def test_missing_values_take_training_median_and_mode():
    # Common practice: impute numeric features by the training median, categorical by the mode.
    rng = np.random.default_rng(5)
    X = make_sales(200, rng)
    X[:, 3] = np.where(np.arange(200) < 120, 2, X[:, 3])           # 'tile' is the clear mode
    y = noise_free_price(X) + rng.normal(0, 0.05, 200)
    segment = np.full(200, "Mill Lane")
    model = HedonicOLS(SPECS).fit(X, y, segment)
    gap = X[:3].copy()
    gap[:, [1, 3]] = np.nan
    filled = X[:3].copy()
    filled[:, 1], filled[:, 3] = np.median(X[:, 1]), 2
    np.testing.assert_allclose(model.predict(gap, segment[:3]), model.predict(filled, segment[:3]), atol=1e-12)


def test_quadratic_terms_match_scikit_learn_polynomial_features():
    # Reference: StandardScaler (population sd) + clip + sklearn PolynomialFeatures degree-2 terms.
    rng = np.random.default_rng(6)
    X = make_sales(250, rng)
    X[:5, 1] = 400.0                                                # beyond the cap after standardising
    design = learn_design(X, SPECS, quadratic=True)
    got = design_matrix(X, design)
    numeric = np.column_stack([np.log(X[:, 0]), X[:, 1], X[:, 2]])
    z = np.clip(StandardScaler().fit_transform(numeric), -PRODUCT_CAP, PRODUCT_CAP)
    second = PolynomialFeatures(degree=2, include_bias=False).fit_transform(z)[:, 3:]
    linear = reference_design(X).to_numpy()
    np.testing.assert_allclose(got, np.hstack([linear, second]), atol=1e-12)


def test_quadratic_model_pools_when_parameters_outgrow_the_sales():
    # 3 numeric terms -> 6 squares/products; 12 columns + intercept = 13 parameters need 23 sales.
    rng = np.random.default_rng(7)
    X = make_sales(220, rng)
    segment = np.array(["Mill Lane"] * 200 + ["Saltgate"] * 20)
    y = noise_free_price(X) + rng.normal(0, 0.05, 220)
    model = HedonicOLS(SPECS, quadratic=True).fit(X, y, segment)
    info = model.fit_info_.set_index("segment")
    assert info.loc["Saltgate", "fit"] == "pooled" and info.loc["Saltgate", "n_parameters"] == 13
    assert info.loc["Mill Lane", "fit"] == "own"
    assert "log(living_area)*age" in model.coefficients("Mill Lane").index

◇ ◇ ◇ ◇ ◇ ◇ ◇

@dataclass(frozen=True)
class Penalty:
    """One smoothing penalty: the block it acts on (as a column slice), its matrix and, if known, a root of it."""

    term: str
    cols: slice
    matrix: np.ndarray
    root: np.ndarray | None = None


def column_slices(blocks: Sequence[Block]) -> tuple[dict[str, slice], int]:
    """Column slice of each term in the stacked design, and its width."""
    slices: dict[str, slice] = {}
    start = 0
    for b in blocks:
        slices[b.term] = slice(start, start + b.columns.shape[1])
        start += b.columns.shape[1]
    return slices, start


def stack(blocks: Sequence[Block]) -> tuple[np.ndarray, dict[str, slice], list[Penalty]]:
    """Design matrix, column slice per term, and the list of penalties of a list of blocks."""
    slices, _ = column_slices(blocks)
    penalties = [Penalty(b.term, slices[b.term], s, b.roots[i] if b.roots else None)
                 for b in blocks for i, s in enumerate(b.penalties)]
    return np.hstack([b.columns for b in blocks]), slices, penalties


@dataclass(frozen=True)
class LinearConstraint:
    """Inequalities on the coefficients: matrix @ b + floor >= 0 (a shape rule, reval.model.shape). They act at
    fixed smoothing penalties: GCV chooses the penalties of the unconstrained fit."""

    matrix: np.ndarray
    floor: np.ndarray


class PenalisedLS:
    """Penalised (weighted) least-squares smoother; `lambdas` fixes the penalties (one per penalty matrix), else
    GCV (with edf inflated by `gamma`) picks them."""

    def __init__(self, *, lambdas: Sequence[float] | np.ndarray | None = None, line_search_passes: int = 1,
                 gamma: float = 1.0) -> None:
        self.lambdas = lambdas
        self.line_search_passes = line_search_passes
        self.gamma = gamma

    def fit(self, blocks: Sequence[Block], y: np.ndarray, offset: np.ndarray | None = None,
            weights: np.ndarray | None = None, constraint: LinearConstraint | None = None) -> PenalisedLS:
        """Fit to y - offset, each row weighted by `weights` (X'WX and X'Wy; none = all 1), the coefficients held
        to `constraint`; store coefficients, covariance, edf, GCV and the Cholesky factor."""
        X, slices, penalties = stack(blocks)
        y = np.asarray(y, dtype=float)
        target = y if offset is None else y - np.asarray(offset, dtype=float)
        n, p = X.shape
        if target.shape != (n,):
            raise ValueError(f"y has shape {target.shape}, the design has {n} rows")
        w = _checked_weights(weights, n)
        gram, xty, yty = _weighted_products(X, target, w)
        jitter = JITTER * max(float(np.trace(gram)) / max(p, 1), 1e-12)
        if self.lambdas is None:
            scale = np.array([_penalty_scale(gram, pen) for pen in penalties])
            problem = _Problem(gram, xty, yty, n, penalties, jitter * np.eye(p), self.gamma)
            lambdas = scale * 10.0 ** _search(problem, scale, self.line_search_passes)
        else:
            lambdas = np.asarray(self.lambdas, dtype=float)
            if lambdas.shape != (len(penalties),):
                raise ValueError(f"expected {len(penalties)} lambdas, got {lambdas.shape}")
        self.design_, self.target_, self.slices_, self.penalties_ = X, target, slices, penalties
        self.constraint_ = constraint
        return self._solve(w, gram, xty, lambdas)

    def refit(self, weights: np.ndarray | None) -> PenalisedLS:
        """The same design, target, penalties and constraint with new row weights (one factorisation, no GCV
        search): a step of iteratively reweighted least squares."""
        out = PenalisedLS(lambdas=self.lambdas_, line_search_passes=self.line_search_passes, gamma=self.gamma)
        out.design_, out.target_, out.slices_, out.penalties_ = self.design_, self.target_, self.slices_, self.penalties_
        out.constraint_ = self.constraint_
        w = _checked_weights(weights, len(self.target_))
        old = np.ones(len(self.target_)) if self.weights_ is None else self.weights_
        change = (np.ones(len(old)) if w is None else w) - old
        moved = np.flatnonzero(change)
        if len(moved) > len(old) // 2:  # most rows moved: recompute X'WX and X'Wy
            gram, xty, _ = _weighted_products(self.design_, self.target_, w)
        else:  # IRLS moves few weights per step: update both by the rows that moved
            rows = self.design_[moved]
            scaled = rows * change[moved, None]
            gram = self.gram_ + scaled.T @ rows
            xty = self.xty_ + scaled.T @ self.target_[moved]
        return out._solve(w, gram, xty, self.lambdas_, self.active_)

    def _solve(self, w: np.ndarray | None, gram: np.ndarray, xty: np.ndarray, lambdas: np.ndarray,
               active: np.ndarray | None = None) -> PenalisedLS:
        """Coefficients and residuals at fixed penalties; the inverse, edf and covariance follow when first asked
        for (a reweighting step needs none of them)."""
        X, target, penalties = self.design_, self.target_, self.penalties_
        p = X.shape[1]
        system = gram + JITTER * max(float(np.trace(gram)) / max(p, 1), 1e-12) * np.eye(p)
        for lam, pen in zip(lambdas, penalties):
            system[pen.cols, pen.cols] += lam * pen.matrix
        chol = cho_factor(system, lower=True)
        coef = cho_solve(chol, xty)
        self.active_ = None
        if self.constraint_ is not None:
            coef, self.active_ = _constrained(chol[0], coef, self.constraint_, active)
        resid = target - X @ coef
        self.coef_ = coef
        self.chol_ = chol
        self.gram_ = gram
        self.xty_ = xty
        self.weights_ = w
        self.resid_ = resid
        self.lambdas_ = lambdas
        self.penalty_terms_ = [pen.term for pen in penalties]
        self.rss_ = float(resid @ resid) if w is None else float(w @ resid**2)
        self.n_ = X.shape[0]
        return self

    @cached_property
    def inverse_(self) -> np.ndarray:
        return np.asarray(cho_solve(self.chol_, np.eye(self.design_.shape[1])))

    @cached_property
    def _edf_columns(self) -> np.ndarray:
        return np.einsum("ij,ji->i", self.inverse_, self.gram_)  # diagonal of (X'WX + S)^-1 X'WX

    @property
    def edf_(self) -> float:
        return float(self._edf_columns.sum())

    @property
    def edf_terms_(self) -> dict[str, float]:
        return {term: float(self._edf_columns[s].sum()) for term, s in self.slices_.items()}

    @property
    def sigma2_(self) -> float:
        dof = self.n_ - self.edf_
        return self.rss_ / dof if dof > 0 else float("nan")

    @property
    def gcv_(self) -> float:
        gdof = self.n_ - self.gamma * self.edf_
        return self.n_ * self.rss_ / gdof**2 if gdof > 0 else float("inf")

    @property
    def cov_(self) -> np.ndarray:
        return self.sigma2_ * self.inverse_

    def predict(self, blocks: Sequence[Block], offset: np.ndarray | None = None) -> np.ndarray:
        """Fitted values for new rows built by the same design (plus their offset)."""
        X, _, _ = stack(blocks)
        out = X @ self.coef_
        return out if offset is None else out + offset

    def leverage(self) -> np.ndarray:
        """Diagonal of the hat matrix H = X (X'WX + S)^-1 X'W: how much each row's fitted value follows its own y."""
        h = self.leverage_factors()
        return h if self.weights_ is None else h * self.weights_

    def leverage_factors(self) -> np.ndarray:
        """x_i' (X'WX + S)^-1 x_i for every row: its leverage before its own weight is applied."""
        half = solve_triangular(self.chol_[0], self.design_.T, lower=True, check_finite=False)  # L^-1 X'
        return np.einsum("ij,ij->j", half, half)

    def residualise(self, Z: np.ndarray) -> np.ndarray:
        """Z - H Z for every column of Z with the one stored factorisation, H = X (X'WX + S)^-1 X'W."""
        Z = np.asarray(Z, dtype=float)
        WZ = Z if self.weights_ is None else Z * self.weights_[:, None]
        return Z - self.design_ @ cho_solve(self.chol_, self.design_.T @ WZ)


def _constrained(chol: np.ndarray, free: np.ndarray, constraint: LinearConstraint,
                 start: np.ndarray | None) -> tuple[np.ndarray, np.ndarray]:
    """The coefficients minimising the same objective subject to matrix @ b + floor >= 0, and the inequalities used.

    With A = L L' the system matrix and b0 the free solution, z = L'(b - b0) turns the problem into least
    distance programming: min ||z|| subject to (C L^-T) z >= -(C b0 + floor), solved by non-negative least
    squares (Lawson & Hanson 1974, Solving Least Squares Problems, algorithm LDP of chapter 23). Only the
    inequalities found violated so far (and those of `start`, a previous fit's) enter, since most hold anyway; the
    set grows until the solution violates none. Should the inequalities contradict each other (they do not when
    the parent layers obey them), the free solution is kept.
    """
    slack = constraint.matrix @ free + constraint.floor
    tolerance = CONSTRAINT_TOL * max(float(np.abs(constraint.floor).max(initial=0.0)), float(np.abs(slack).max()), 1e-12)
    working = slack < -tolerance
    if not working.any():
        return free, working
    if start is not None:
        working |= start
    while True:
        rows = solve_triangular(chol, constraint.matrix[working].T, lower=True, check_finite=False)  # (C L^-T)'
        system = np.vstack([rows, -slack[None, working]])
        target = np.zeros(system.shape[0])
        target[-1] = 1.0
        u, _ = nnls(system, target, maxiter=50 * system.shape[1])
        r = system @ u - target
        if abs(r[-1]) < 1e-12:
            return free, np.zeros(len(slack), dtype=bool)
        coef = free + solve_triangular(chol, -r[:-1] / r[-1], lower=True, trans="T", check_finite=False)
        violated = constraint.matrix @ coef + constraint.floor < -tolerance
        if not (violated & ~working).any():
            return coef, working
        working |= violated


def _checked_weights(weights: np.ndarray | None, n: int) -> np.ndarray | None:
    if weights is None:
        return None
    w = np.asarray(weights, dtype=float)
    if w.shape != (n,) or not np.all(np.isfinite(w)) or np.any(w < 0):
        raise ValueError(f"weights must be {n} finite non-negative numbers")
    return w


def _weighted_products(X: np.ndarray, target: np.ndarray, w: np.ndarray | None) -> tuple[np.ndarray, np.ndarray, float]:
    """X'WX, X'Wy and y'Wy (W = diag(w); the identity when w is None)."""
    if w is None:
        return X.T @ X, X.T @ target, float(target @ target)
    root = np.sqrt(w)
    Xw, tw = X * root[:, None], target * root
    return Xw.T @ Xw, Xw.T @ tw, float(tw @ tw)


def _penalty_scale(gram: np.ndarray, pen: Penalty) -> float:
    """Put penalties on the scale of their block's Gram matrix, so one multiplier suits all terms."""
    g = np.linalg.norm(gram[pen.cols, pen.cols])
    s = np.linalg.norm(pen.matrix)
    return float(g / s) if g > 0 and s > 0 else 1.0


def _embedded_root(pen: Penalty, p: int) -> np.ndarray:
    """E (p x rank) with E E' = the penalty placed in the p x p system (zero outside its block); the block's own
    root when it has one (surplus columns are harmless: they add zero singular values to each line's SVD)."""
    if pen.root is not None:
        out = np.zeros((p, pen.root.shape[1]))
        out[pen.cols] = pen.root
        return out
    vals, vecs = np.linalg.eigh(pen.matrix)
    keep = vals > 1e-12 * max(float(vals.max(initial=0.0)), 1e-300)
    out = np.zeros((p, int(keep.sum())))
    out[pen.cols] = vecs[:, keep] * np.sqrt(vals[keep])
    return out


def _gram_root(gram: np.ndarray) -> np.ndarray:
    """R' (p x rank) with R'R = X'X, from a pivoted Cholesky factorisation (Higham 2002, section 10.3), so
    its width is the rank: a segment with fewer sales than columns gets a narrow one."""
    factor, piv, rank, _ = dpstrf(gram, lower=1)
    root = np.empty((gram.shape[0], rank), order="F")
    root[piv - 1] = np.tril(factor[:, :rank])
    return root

◇ ◇ ◇ ◇ ◇ ◇ ◇

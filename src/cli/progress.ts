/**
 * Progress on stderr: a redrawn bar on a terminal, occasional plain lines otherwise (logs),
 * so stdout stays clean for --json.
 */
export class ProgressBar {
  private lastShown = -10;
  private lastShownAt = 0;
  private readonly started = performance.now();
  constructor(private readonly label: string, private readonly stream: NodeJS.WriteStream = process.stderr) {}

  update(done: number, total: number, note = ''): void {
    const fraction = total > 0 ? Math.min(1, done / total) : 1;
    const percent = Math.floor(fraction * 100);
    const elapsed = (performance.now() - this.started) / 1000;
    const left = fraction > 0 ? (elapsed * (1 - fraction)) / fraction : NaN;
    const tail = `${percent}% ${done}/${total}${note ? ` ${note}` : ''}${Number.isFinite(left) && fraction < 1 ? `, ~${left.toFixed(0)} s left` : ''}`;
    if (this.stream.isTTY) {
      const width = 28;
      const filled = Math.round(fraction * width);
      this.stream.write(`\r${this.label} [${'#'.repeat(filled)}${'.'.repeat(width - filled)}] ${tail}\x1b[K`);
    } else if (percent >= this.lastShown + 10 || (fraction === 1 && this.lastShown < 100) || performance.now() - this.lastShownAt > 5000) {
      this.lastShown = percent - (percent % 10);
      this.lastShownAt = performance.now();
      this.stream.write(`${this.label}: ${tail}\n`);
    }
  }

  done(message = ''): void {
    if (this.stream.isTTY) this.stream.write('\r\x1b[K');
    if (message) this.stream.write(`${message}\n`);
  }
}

◇ ◇ ◇ ◇ ◇ ◇ ◇

» **Task details**: Copy out all lines from the material above that contain the string "percent".

» **Answer below**:
    const percent = Math.floor(fraction * 100);
    const tail = `${percent}% ${done}/${total}${note ? ` ${note}` : ''}${Number.isFinite(left) && fraction < 1 ? `, ~${left.toFixed(0)} s left` : ''}`;
    } else if (percent >= this.lastShown + 10 || (fraction === 1 && this.lastShown < 100) || performance.now() - this.lastShownAt > 5000) {
      this.lastShown = percent - (percent % 10);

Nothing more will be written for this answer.